Recipe from Epicurious

Red Bean and Green Grain Taco Bowl

Grains
2 fresh poblano chile peppers
1 cup cilantro leaves (I just chopped off the leaves and a few stems from one bunch)
1/2 large white onion
2 cloves garlic
1/2 teaspoon kosher salt
*3 cups water (amount needed for wheat berries, adjust if needed)
*1 cup uncooked wheat berries
3/4 teaspoon kosher salt

Beans
2 tablespoons olive oil
2 cloves garlic, minced
1 finely chopped chipotle from a can
2 teaspoons ground cumin
1 teaspoon dried oregano
3 tablespoons tomato paste
1 cup water
2 15-ounce cans small red beans, drained and rinsed
Kosher salt to taste

Fixings
Minced white onions
Pickled onions
Pickled jalapenos
Shredded Cheese
Sour cream
Sliced Avocado
Crunched up tortilla chips

In a blender, combine poblanos, cilantro, onion, garlic, and 1/2 teaspoon kosher with a splash of water and puree until smooth.  In a medium saucepan, combine wheat berries, 3 cups of water, 3/4 of green poblano puree and 3/4 teaspoon kosher salt.  Bring to a boil over high heat.  Reduce heat to low and cook, covered, for 1 hour or until grains a chewy-tender.  Add remaining green puree and cook 5 minutes more.

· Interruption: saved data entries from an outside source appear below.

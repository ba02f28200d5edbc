"""Validate stopping and lottery data, reporting every problem at once.

All checks are vectorised over rows (sorting once by subject, trial, step); only the first
``max_per_kind`` problems of each kind become records, but all are counted. See
``report.KIND_TITLES`` for the kinds checked. The checks live in modules by kind: reading
and file checks (reading, checks_file, checks_structure), column types (checker), stopping
data (checks_stopping, checks_sequences, checks_contests), lottery choices (checks_lottery)
and size limits (checks_limits).
"""

from __future__ import annotations

import os

import pandas as pd

from . import columns as C
from .checker import Checker
from .checks_lottery import check_lottery
from .checks_stopping import check_decisions, check_trials
from .errors import StopwiseInputError
from .reading import read_table
from .report import ProblemCollector, ValidationReport

Source = str | os.PathLike[str] | pd.DataFrame


def validate(
    source: Source,
    kind: str | None = None,
    allow_censored: bool = False,
    max_per_kind: int = 20,
) -> ValidationReport:
    """Check a CSV/Parquet file or a DataFrame against its format (told from the columns, or
    forced by ``kind`` in {"stopping", "lottery", "decisions", "trials"}); every problem is
    reported at once. Trials that neither stop nor bust are errors unless
    ``allow_censored``."""
    report, _ = check_source(source, kind, allow_censored, max_per_kind)
    return report


def check_source(
    source: Source,
    kind: str | None = None,
    allow_censored: bool = False,
    max_per_kind: int = 20,
) -> tuple[ValidationReport, pd.DataFrame | None]:
    """Validate and, when clean, return the typed frame in its own format (else None)."""
    if kind not in (None, "stopping", "lottery", C.DECISIONS, C.TRIALS):
        raise StopwiseInputError(
            f"unknown data kind {kind!r}: expected 'stopping', 'lottery', 'decisions' or "
            "'trials' (or nothing, to tell it from the columns)"
        )
    if max_per_kind < 1:
        raise StopwiseInputError("max_per_kind must be at least 1")
    allow_censored = bool(allow_censored)
    raw = read_table(source)
    collector = ProblemCollector(raw.source, max_per_kind)
    if raw.frame is None:
        assert raw.failure is not None
        problem_kind, what, line = raw.failure
        expected = raw.failure_expected or (
            "a table with a header row" if problem_kind != "bad_row" else what
        )
        collector.add(
            problem_kind,
            line,
            raw.failure_column,
            f"<{what}>" if problem_kind != "bad_row" else "<malformed row>",
            expected,
        )
        return _report(raw.source, None, collector, 0), None
    frame = raw.frame
    fmt = _choose_format(frame, kind, collector)
    if fmt is None:
        return _report(raw.source, None, collector, len(frame)), None
    checker = Checker(frame, collector)
    if len(frame) == 0:
        collector.add(
            "empty_file", None, None, "<a header but no data rows>", "at least one data row"
        )
    if fmt == C.DECISIONS:
        clean, stats = check_decisions(checker, allow_censored)
    elif fmt == C.TRIALS:
        clean, stats = check_trials(checker, allow_censored)
    else:
        clean, stats = check_lottery(checker)
    report = _report(raw.source, fmt, collector, len(frame), stats if collector.ok else {})
    return report, (clean if collector.ok else None)


def _report(
    source: str,
    fmt: str | None,
    collector: ProblemCollector,
    n_rows: int,
    stats: dict | None = None,
) -> ValidationReport:
    problems = sorted(collector.problems, key=lambda p: p.line or 0)
    return ValidationReport(
        source, fmt, problems, dict(collector.counts), n_rows, collector.max_per_kind, stats or {}
    )


def _choose_format(
    frame: pd.DataFrame, kind: str | None, collector: ProblemCollector
) -> str | None:
    detected = C.detect_format(frame.columns)
    if kind in (C.DECISIONS, C.TRIALS):
        return kind
    if kind == "lottery":
        return C.LOTTERY
    if kind == "stopping":
        if detected == C.LOTTERY:
            collector.add(
                "wrong_format",
                1,
                None,
                "<lottery-choice columns>",
                "stopping data (decision or trial level) as requested",
            )
            return None
        return detected or C.DECISIONS
    if detected is None:
        have = ", ".join(map(str, frame.columns)) or "none"
        collector.add(
            "missing_column",
            1,
            None,
            f"<columns: {have}>",
            "the columns of one format: decision level ("
            + ", ".join(C.DECISION_REQUIRED)
            + "), trial level ("
            + ", ".join(C.TRIAL_REQUIRED)
            + ") or lottery ("
            + ", ".join(C.LOTTERY_REQUIRED)
            + ", a_x1, a_p1, b_x1, b_p1, ...)",
        )
    return detected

In a saucepan, heat olive oil over medium heat.  Add garlic and cook for 30 seconds, until sizzling and fragrant.  Add chipotle, cumin, oregano, and tomato paste and cook together for one minute.  Add water, beans, salt to taste, and bring to a simmer.  Cook for 10 minutes on low.

To assemble, add a scoop (or two) of beans and grains side by side to a bowl.  Top with whichever topping float your boat (I say go big or go home, but my kiddies think otherwise).

*I used brown rice instead of wheat berries because it is what I had.  I cook my brown rice in a pressure cooker because it's faster and I use 2 1/2 cups water, 2 cups brown rice, 3/4 teaspoon kosher salt, and for this recipe I added 3/4 of the green poblano puree.  Right before serving I added the remaining puree.